Last modified: 2014-09-30 16:05:36 UTC
In the following wikitext, a Parsoid round-trip results in the closing blockquote tag being lost: : <blockquote> foo : </blockquote> I haven't seen anything like this happen prior to the resolution of bug #64901, so I wonder if it may be a regression.

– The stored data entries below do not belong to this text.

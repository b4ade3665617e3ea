"""Graded mapped meshes of a cross-section and their P1 (linear) operators.

Every section is a union of a few mapped blocks: a tensor grid on a
(possibly skewed) quadrilateral, a polar grid on a quarter disc or an
ellipse, or a fan from an interior point to one straight wall. Node
positions along each block direction equidistribute a monitor function that
is large within a few Debye lengths of a wall and within a flow length of a
corner, so the double layer and the corners are resolved. Blocks share
their interface nodes exactly and are merged into one triangle mesh.

All lengths here are scaled by the section's reference length ``L``.
"""
from __future__ import annotations

from dataclasses import dataclass

import numpy as np
import scipy.sparse as sp
from scipy.spatial import cKDTree

__all__ = ["graded", "monitor_mass", "Mesh", "merge_blocks", "tensor_block", "polar_block", "fan_block"]

#: Fraction of the nodes drawn to each wall per length scale.
_PULL = 0.35


def _cumulative(x, scales, logs, walls, log_weight):
    """Integral from 0 to x of the monitor function (see :func:`graded`)."""
    a = _PULL
    left, right = walls
    out = np.array(x, dtype=float)
    for e in scales:
        if left:
            out = out + a * (-np.expm1(-x / e))
        if right:
            out = out + a * (np.exp(-(1.0 - x) / e) - np.exp(-1.0 / e))
    for entry in logs:
        d0, d1 = entry[0], entry[1]
        lw = entry[2] if len(entry) > 2 else log_weight

        def part(y):
            return np.log1p(y / d0) - np.log1p(y / d1)
        if left:
            out = out + lw * part(x)
        if right:
            out = out + lw * (part(1.0) - part(1.0 - x))
    return out


def graded(n, scales=(), walls=(True, True), logs=(), log_weight=0.0):
    """n+1 nodes on [0, 1] that equidistribute the monitor function

    w(x) = 1 + sum_k a/e_k exp(-x/e_k) + b sum_l [1/(x + d0_l) - 1/(x + d1_l)]

    (and its mirror image at the end wall). The exponential terms put about
    a/(1 + 2 a K) of the nodes within a few e_k of each wall; the log terms
    space nodes evenly in log(distance) between d0 and d1 (the
    Gouy-Chapman layer of a strongly charged wall; an entry (d0, d1, b) sets
    its own weight b). Scales of 0.5 or more add
    nothing. The mapping is smooth, so halving the spacing (doubling n)
    refines it uniformly in the computational coordinate.
    """
    scales = [e for e in np.atleast_1d(scales) if 0.0 < e < 0.5]
    logs = [e for e in logs if 0.0 < e[0] < e[1]]
    total = _cumulative(np.array(1.0), scales, logs, walls, log_weight)
    target = np.linspace(0.0, 1.0, n + 1) * total
    lo = np.zeros(n + 1)
    hi = np.ones(n + 1)
    for _ in range(64):  # bisection: the cumulative monitor is increasing
        mid = 0.5 * (lo + hi)
        below = _cumulative(mid, scales, logs, walls, log_weight) < target
        lo = np.where(below, mid, lo)
        hi = np.where(below, hi, mid)
    x = 0.5 * (lo + hi)
    x[0], x[-1] = 0.0, 1.0
    return x


def monitor_mass(scales=(), walls=(True, True), logs=(), log_weight=0.0):
    """Total mass of the monitor function: nodes scale with it at fixed density."""
    scales = [e for e in np.atleast_1d(scales) if 0.0 < e < 0.5]
    logs = [e for e in logs if 0.0 < e[0] < e[1]]
    return float(_cumulative(np.array(1.0), scales, logs, walls, log_weight))


def _quads_to_triangles(P, shape):
    """Split each cell of a (ni, nj) structured node array into two triangles
    along its shorter diagonal. P: (ni*nj, 2) node coordinates."""
    ni, nj = shape
    idx = np.arange(ni * nj).reshape(ni, nj)
    a = idx[:-1, :-1].ravel()
    b = idx[1:, :-1].ravel()
    c = idx[1:, 1:].ravel()
    d = idx[:-1, 1:].ravel()
    ac = np.sum((P[a] - P[c]) ** 2, axis=1)
    bd = np.sum((P[b] - P[d]) ** 2, axis=1)
    use_ac = ac <= bd
    t1 = np.where(use_ac[:, None], np.stack([a, b, c], 1), np.stack([a, b, d], 1))
    t2 = np.where(use_ac[:, None], np.stack([a, c, d], 1), np.stack([b, c, d], 1))
    return np.concatenate([t1, t2])


def tensor_block(xl, xr, y, s):
    """Block between a left and a right wall: at height y[j] the nodes run
    from xl[j] to xr[j] at fractions s. Returns (points, triangles)."""
    X = xl[None, :] + s[:, None] * (xr - xl)[None, :]
    Y = np.broadcast_to(y[None, :], X.shape)
    P = np.stack([X.ravel(), Y.ravel()], 1)
    return P, _quads_to_triangles(P, X.shape)


def polar_block(cx, cy, ax, ay, r, theta):
    """Polar block x = cx + ax r cos(theta), y = cy + ay r sin(theta)."""
    R, T = np.meshgrid(r, theta, indexing="ij")
    X = cx + ax * R * np.cos(T)
    Y = cy + ay * R * np.sin(T)
    P = np.stack([X.ravel(), Y.ravel()], 1)
    return P, _quads_to_triangles(P, X.shape)


def fan_block(c, v0, v1, t, s):
    """Fan from interior point c (t = 0) to the straight wall v0-v1 (t = 1)."""
    B = (1.0 - s)[:, None] * v0[None, :] + s[:, None] * v1[None, :]   # (ns, 2)
    P = c[None, None, :] + t[:, None, None] * (B[None, :, :] - c[None, None, :])
    return P.reshape(-1, 2), _quads_to_triangles(P.reshape(-1, 2), (len(t), len(s)))


def merge_blocks(blocks, tol):
    """Merge (points, triangles) blocks, fusing nodes closer than tol and
    dropping collapsed triangles."""
    pts, tris, off = [], [], 0
    for P, T in blocks:
        pts.append(P)
        tris.append(T + off)
        off += len(P)
    P = np.concatenate(pts)
    T = np.concatenate(tris)
    tree = cKDTree(P)
    pairs = tree.query_pairs(tol, output_type="ndarray")
    # union-find by repeatedly pointing to the smallest index
    rep = np.arange(len(P))
    if len(pairs):
        for _ in range(8):
            lo = np.minimum(rep[pairs[:, 0]], rep[pairs[:, 1]])
            np.minimum.at(rep, pairs[:, 0], lo)
            np.minimum.at(rep, pairs[:, 1], lo)
            rep = rep[rep]
    keep, inv = np.unique(rep, return_inverse=True)
    P = P[keep]
    T = inv[T]
    ok = (T[:, 0] != T[:, 1]) & (T[:, 1] != T[:, 2]) & (T[:, 0] != T[:, 2])
    T = T[ok]
    # orient counter-clockwise, drop zero-area triangles
    d1 = P[T[:, 1]] - P[T[:, 0]]
    d2 = P[T[:, 2]] - P[T[:, 0]]
    cross = d1[:, 0] * d2[:, 1] - d1[:, 1] * d2[:, 0]
    T = np.where((cross < 0)[:, None], T[:, [0, 2, 1]], T)
    T = T[np.abs(cross) > 1e-14 * np.max(np.abs(cross))]
    used = np.unique(T)
    if len(used) != len(P):
        remap = -np.ones(len(P), dtype=int)
        remap[used] = np.arange(len(used))
        P = P[used]
        T = remap[T]
    return P, T


def factorize(A):
    """Sparse LU of a symmetric positive definite matrix: minimum-degree
    ordering on A + A^T and diagonal pivots (no row exchanges are needed for
    SPD matrices, and exchanges would spoil the ordering)."""
    from scipy.sparse.linalg import splu
    return splu(A.tocsc(), permc_spec="MMD_AT_PLUS_A", diag_pivot_thresh=0.0,
                options={"SymmetricMode": True})


@dataclass
class Mesh:
    """A triangle mesh with its P1 stiffness, lumped mass and wall data.

    ``K`` is the stiffness matrix, ``m`` the lumped nodal areas (their sum is
    the polygonal mesh area), ``b`` the lumped wall lengths per node,
    ``wall`` a boolean mask of wall nodes.
    """

    points: np.ndarray
    triangles: np.ndarray

    def __post_init__(self):
        P, T = self.points, self.triangles
        n = len(P)
        p0, p1, p2 = P[T[:, 0]], P[T[:, 1]], P[T[:, 2]]
        e0, e1, e2 = p2 - p1, p0 - p2, p1 - p0          # edge opposite each vertex
        area = 0.5 * (e2[:, 0] * (-e1[:, 1]) - e2[:, 1] * (-e1[:, 0]))
        if np.any(area <= 0):
            raise RuntimeError("internal error: inverted mesh element")
        E = np.stack([e0, e1, e2], 1)                      # (nt, 3, 2)
        Kloc = np.einsum("tik,tjk->tij", E, E) / (4.0 * area[:, None, None])
        rows = np.repeat(T, 3, axis=1).ravel()
        cols = np.tile(T, (1, 3)).ravel()
        self.K = sp.csr_matrix((Kloc.ravel(), (rows, cols)), shape=(n, n))
        self.m = np.bincount(T.ravel(), weights=np.repeat(area / 3.0, 3), minlength=n)
        self.area = float(area.sum())
        self.element_area = area
        # wall edges: edges of exactly one triangle
        edges = np.concatenate([T[:, [0, 1]], T[:, [1, 2]], T[:, [2, 0]]])
        key = np.sort(edges, axis=1).astype(np.int64)
        code = key[:, 0] * n + key[:, 1]
        uniq, counts = np.unique(code, return_counts=True)
        single = uniq[counts == 1]
        bnd = np.stack([single // n, single % n], 1)
        length = np.linalg.norm(P[bnd[:, 0]] - P[bnd[:, 1]], axis=1)
        self.wall_edges = bnd
        self.perimeter = float(length.sum())
        self.b = np.bincount(bnd.ravel(), weights=np.repeat(length / 2.0, 2), minlength=n)
        self.wall = np.zeros(n, dtype=bool)
        self.wall[bnd.ravel()] = True
        self.interior = np.flatnonzero(~self.wall)
        self.K_II = self.K[self.interior][:, self.interior].tocsc()
        self.K_IB = self.K[self.interior][:, np.flatnonzero(self.wall)].tocsc()
        self._lu = None

    @property
    def n_nodes(self):
        return len(self.points)

    @property
    def lu_dirichlet(self):
        """Cached sparse LU of the Dirichlet stiffness (flow and harmonic extension)."""
        if self._lu is None:
            self._lu = factorize(self.K_II)
        return self._lu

No, it is not a regression. It doesn't roundtrip in edit mode. See output (I've removed a serializer warning to remove clutter). But, selser will preserve it in most cases except probably where the line containing the end blocktag is edited. ---------- [subbu@earth lib] echo ":<blockquote>\nfoo\n:</blockquote>" | node parse --wt2wt --rtTestMode true :<blockquote> foo :</blockquote> [subbu@earth lib] echo ":<blockquote>\nfoo\n:</blockquote>" | node parse --wt2wt :<blockquote> foo : ---------- In this case, the wikitext is badly nested and the opening and closing blockquote tags are considered nested in separate dl-dt lists and the treebuilder will close the opening tag automatically within the first list and strip the closing tab from the second list. Parsoid recovers this information about fixups from the DOM and adds fixup information. In normal wt2wt mode, that information is used since the DOM could have been edited since (to fix the errors, for ex.). So, the behavior is as expected.
(In reply to ssastry from comment #1) > (I've removed a serializer warning to remove clutter). But, selser will > preserve it in most cases except probably where the line containing the end > blocktag is edited. In that case, reopening as an issue with selser, because it's not handling this right then. Here's the edit where this was actually a problem: https://en.wikipedia.org/w/index.php?title=Talk:Neil_deGrasse_Tyson&diff=627662324&oldid=627660338 The blockquote that was removed was 1000 lines away from the actual changes.
$ echo ":<blockquote>\na\n:</blockquote>\nb" | node parse --rtTestMode true ... <dl data-parsoid='{"dsr":[0,13,0,0]}'><dd data-parsoid='{"dsr":[0,13,1,0]}'><blockquote data-parsoid='{"stx":"html","autoInsertedEnd":true,"dsr":[1,13,12,0]}'></blockquote></dd></dl> <p data-parsoid='{"dsr":[14,15,0,0]}'>a</p> <dl data-parsoid='{"dsr":[16,17,0,0]}'><dd data-parsoid='{"dsr":[16,17,1,0]}'></dd></dl><meta typeof="mw:Placeholder/StrippedTag" data-parsoid='{"src":"</blockquote>","name":"BLOCKQUOTE","dsr":[17,30,null,null]}'/> <p data-parsoid='{"dsr":[31,32,0,0]}'>b</p> ... So, the dsr info from the stripped tag is lost. Perhaps, we should wrap these stripped tags in a placeholder span so that it carries the dsr information in edit mode. In an editor, it will show up as an empty span (and not sure what the editing implications are for this solution). But for this editing issue that needs resolution, this should be a straightforward fix in the markTreeBuilderFixups pass. I am marking this low priority since this is not a big issue as far as I can tell. Feel free to bump up the priority if there are other scenarios where this might be a problem.